- Born: 1750 Vitoria
- Died: 1831 (aged 80–81)
- Conflicts: War of the Pyrenees Battle of Truillas; ; Peninsular War Battle of Alcolea Bridge; Battle of Almonacid; Battle of Ocaña; ;

= Tomás Zeraín =

Spanish army officer (1750–1831)

Tomás Zeraín (1750–1831) was a Spanish military commander.

==Early career==
Zeraín enlisted as a cadet in the Brigade of Royal Carabiniers in 1768, transferring to the Algarve Cavalry Regiment in 1773. He returned to the Royal Carabiniers as a standard bearer in 1776, and by 1789 had been promoted to colonel.

During the War of the Pyrenees he saw action at Masdeu, Perpignan, Rives-Altes, Bernet, Peyrestortes and Truillas.

Zeraín was promoted to Cavalry brigadier in 1804.

==Peninsular War==

After seeing action at Alcolea, he was promoted to field marshal in 1808.

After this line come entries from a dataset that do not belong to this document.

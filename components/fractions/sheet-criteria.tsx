import { StateMark } from '@/components/states/state-mark';
import { type Column, DataTable } from '@/components/ui/data-table';
import type { FractionSheet } from '@/lib/acceptance/fraction-sheet-schema';

type Criterion = FractionSheet['verdict']['criteria'][number];

const columns: Column<Criterion>[] = [
  { key: 'name', header: 'Criterion', rowHeader: true, cell: (row) => row.name },
  { key: 'state', header: 'State', cell: (row) => <StateMark state={row.state} size="sm" /> },
  {
    key: 'measured',
    header: 'Measured',
    cell: (row) => (
      <>
        {row.measured ?? 'nothing'}
        {row.uncertainty ? <span className="block text-sm text-ink-soft">{row.uncertainty}</span> : null}
      </>
    ),
  },
  { key: 'limit', header: 'Limit', cell: (row) => row.limit ?? '' },
  {
    key: 'reason',
    header: 'Why',
    className: 'max-w-prose',
    cell: (row) => (
      <span className="block text-left">
        {row.reason}
        <span className="block text-sm text-ink-soft">{row.source}</span>
      </span>
    ),
  },
];

/** Every criterion with what was measured, its limit, its uncertainty, why, and on what grounds. */
export function SheetCriteria({ verdict }: { verdict: FractionSheet['verdict'] }) {
  const { specification } = verdict;
  return (
    <DataTable
      caption={
        specification
          ? `By ${specification.grade}, edition ${specification.edition}, ${specification.decisionRule} acceptance. U at k = 2.`
          : 'No specification'
      }
      columns={columns}
      rows={verdict.criteria}
      rowKey={(row) => row.name}
      empty={<p className="text-ink-soft">{verdict.summary}</p>}
    />
  );
}
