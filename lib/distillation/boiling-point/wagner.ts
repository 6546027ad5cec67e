import { requirePositive } from '@/lib/units/require-number';
import { celsiusFromKelvin, kelvinFromCelsius } from '@/lib/units/temperature';
import { solveIncreasing } from './solve';
import type { WagnerSet } from './vapour-pressure-data';

/**
 * Below 0.4 Tc the fitted data end for most liquids and the powers of t run away, so nothing is computed there.
 * (The 2.5-5 form is fitted from about 0.5 Tc, or the triple point, to Tc; the limit here is common practice.)
 */
const LOWEST_REDUCED_TEMPERATURE = 0.4;

/** Temperatures over which the set is used, °C. */
export function wagnerRangeC(set: WagnerSet): { lowC: number; highC: number } {
  return {
    lowC: celsiusFromKelvin(
      LOWEST_REDUCED_TEMPERATURE * requirePositive('Critical temperature (K)', set.tcK),
    ),
    highC: celsiusFromKelvin(set.tcK),
  };
}

/**
 * Vapour pressure in kPa from Wagner coefficients (2.5-5 form: VDI Heat Atlas, part D3; Wagner 1973).
 * Throws a RangeError outside 0.4 Tc .. Tc.
 */
export function wagnerPressureKPa(set: WagnerSet, temperatureC: number): number {
  const temperatureK = kelvinFromCelsius(temperatureC);
  const { lowC, highC } = wagnerRangeC(set);
  if (temperatureC < lowC - 1e-9 || temperatureC > highC) {
    throw new RangeError(
      `${temperatureC.toFixed(1)} °C is outside ${lowC.toFixed(0)} to ${highC.toFixed(0)} °C, where the Wagner coefficients hold.`,
    );
  }
  const t = Math.max(0, 1 - temperatureK / set.tcK);
  const sum = set.a * t + set.b * t ** 1.5 + set.c * t ** 2.5 + set.d * t ** 5;
  return requirePositive('Critical pressure (kPa)', set.pcKPa) * Math.exp((sum * set.tcK) / temperatureK);
}

/** Boiling point in °C at a pressure in kPa. Throws a RangeError outside the pressures that the set covers. */
export function wagnerBoilingPointC(set: WagnerSet, pressureKPa: number): number {
  requirePositive('Pressure (kPa)', pressureKPa);
  const { lowC, highC } = wagnerRangeC(set);
  const logPressure = Math.log(pressureKPa);
  if (pressureKPa > set.pcKPa || pressureKPa < wagnerPressureKPa(set, lowC)) {
    throw new RangeError(`${pressureKPa} kPa is outside the pressures that the Wagner coefficients cover.`);
  }
  return solveIncreasing((c) => Math.log(wagnerPressureKPa(set, c)) - logPressure, lowC, highC);
}
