'use client';
import useSWR from 'swr';
import { searchCompounds } from '@/components/runs/compound-search';
import { Combobox } from '@/components/ui/combobox';
import { Field } from '@/components/ui/field';
import { Select } from '@/components/ui/select';
import type { CompoundRow } from '@/lib/compounds/schema';
import { verdictStates } from '@/lib/distillation/fraction-schema';
import { cuts, fractionStatuses } from '@/lib/distillation/fraction-states';
import { fetcher } from '@/lib/http/client';
import type { FilterName, Filters } from './browse-filters-state';
import { TypedFilter } from './browse-typed-filter';

type BrowseFiltersProps = {
  filters: Filters;
  groups: readonly { id: string; name: string }[];
  onChange: (name: FilterName, value: string) => void;
};

const isId = (text: string | undefined) => text !== undefined && /^[0-9a-f-]{36}$/i.test(text);
const choices = (values: readonly string[]) => values.map((value) => ({ value, label: value }));

/** The name of the compound that the address holds by id; the text itself where it holds a name. */
export function useCompoundName(compound: string | undefined): string | null {
  const { data } = useSWR(isId(compound) ? `/api/v1/compounds/${compound}` : null, fetcher<CompoundRow>);
  if (compound === undefined) return null;
  return isId(compound) ? (data?.name ?? null) : compound;
}

/** Every filter of the list. A choice takes effect at once, a typed text after a short pause. */
export function BrowseFilters({ filters, groups, onChange }: BrowseFiltersProps) {
  const compound = useCompoundName(filters.compound);
  const chosen = filters.compound && compound ? { value: filters.compound, label: compound } : null;
  const select = (name: FilterName, label: string, values: readonly { value: string; label: string }[]) => (
    <Select
      label={label}
      value={filters[name] ?? ''}
      placeholder="any"
      options={values}
      onChange={(event) => onChange(name, event.target.value)}
    />
  );
  const date = (name: FilterName, label: string) => (
    <Field
      label={label}
      type="date"
      value={filters[name]?.slice(0, 10) ?? ''}
      onChange={(event) => onChange(name, event.target.value)}
    />
  );
  return (
    <div className="grid gap-3 sm:grid-cols-2 lg:grid-cols-4">
      <Combobox
        key={chosen ? `${chosen.value} ${chosen.label}` : 'none'}
        label="Compound"
        search={searchCompounds}
        initial={chosen}
        onChoose={(option) => onChange('compound', option?.value ?? '')}
      />
      <TypedFilter
        label="Text"
        hint="Code, look, storage place"
        value={filters.q ?? ''}
        onChange={(value) => onChange('q', value)}
      />
      <TypedFilter
        label="Run"
        hint="Whole code"
        value={filters.run ?? ''}
        onChange={(value) => onChange('run', value)}
      />
      <TypedFilter
        label="Purity from"
        hint="GC area, %"
        value={filters.purityMin ?? ''}
        onChange={(value) => onChange('purityMin', value.replace(',', '.'))}
      />
      {select('cut', 'Cut', choices(cuts))}
      {select('status', 'Status', choices(fractionStatuses))}
      {select('verdict', 'Verdict', choices(verdictStates))}
      {groups.length > 1
        ? select(
            'group',
            'Group',
            groups.map(({ id, name }) => ({ value: id, label: name })),
          )
        : null}
      {date('collectedFrom', 'Collected from')}
      {date('collectedTo', 'Collected until')}
    </div>
  );
}
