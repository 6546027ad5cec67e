'use client';

import { type FormEvent, useState } from 'react';
import { Button } from '@/components/ui/button';
import { Dialog } from '@/components/ui/dialog';
import { Field } from '@/components/ui/field';
import { Notice } from '@/components/ui/notice';
import { Select } from '@/components/ui/select';
import { Textarea } from '@/components/ui/textarea';
import { signatureMeanings } from '@/lib/signoff/schema';

type SignOffDialogProps = {
  open: boolean;
  onOpenChange: (open: boolean) => void;
  code: string;
  signer: string;
  busy: boolean;
  error: string | null;
  onSign: (body: { password: string; meaning: string; comment?: string }) => void;
};

/** The signature: who, what it means, and the password once more. */
export function SignOffDialog({ open, onOpenChange, code, signer, busy, error, onSign }: SignOffDialogProps) {
  const [meaning, setMeaning] = useState<string>(signatureMeanings[0]);
  const [comment, setComment] = useState('');
  const [password, setPassword] = useState('');
  const [tried, setTried] = useState(false);

  function sign(event: FormEvent) {
    event.preventDefault();
    setTried(true);
    if (!password) return;
    onSign({ password, meaning, ...(comment.trim() ? { comment: comment.trim() } : {}) });
    setPassword('');
    setTried(false);
  }
  return (
    <Dialog
      open={open}
      onOpenChange={onOpenChange}
      title={`Sign off ${code}`}
      description={`You sign as ${signer}. The signature is bound to everything on the sheet as it is now; a later change ends its force.`}
      actions={
        <>
          <Button onClick={() => onOpenChange(false)}>Leave as it is</Button>
          <Button variant="primary" type="submit" form="sign-off" busy={busy}>
            Sign off
          </Button>
        </>
      }
    >
      <form id="sign-off" onSubmit={sign} className="flex flex-col gap-4">
        <Select
          label="Meaning of the signature"
          value={meaning}
          onChange={(event) => setMeaning(event.target.value)}
          options={signatureMeanings.map((value) => ({ value, label: value }))}
        />
        <Textarea
          label="Comment"
          optional
          value={comment}
          maxLength={1000}
          onChange={(event) => setComment(event.target.value)}
        />
        <Field
          label="Your password, once more"
          type="password"
          autoComplete="current-password"
          value={password}
          onChange={(event) => setPassword(event.target.value)}
          error={tried && !password ? 'Type your password to sign.' : null}
        />
        {error ? (
          <Notice kind="fails" title="Not signed" live>
            {error}
          </Notice>
        ) : null}
      </form>
    </Dialog>
  );
}
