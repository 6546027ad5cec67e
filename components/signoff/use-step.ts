'use client';

import { useRouter } from 'next/navigation';
import { useState } from 'react';
import { sayDone } from '@/components/ui/toaster';
import { api, ApiError } from '@/lib/http/client';

/**
 * Takes one step of a fraction: sends it with the version that the page shows, then renews the page. What the
 * server says no to is kept as `error` for the dialog, which stays open with what was typed.
 */
export function useStep(code: string, version: number) {
  const router = useRouter();
  const [busy, setBusy] = useState(false);
  const [error, setError] = useState<string | null>(null);

  async function take(step: string, body: unknown, done: string): Promise<boolean> {
    setBusy(true);
    setError(null);
    try {
      await api(`/api/v1/fractions/${encodeURIComponent(code)}/${step}`, { json: body, version });
      sayDone(done);
      router.refresh();
      return true;
    } catch (problem) {
      setError(problem instanceof ApiError ? problem.detail : 'That did not work. Try again.');
      return false;
    } finally {
      setBusy(false);
    }
  }
  return { take, busy, error, clear: () => setError(null) };
}
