export type RefractiveTexts = {
  readings: string;
  temperatureC: string;
  waterReading: string;
  waterTemperatureC: string;
  instrument: string;
};

/** Numbers as people type them: parted by spaces, semicolons or line ends, with decimal comma or point. */
export function readIndices(text: string): number[] {
  return text
    .split(/[\s;]+/)
    .filter(Boolean)
    .map((one) => Number(one.replace(',', '.')));
}

function optional(text: string): number | undefined {
  return text.trim() === '' ? undefined : Number(text.trim().replace(',', '.'));
}

/** The body for the API; what is no number stays NaN and is named by `problem`. */
export function readRefractive(texts: RefractiveTexts): {
  body: Record<string, unknown>;
  problem: string | null;
} {
  const readings = readIndices(texts.readings);
  const temperatureC = optional(texts.temperatureC);
  const waterReading = optional(texts.waterReading);
  const waterTemperatureC = optional(texts.waterTemperatureC);
  const numbers = [...readings, temperatureC, waterReading, waterTemperatureC];
  const problem =
    readings.length === 0
      ? 'Enter the readings, such as 1.3721 1.3722 1.3721.'
      : temperatureC === undefined
        ? 'Enter the temperature of the prism: without it the index cannot be compared.'
        : numbers.some((number) => Number.isNaN(number))
          ? 'One of these is no number. Use a point or comma for decimals and a space between readings.'
          : null;
  return {
    body: {
      readings,
      temperatureC,
      ...(waterReading === undefined ? {} : { waterReading }),
      ...(waterTemperatureC === undefined ? {} : { waterTemperatureC }),
      ...(texts.instrument.trim() ? { instrument: texts.instrument.trim() } : {}),
    },
    problem,
  };
}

Given command of the 5th Division of the Army of Extremadura, Zeraín served under Venegas at Almonacid and then under Aréizaga at Ocaña, where he was wounded by a bullet to the neck.

In 1810, after being forced to retreat by Marshal Victor to Seville and from there to Ayamonte, he handed over his command to Copons.

He was then appointed interim governor of Mahón, until General Grimarest arrived to take up his command there in September 1811.

==Post-war career==
He was promoted to lieutenant general in 1829.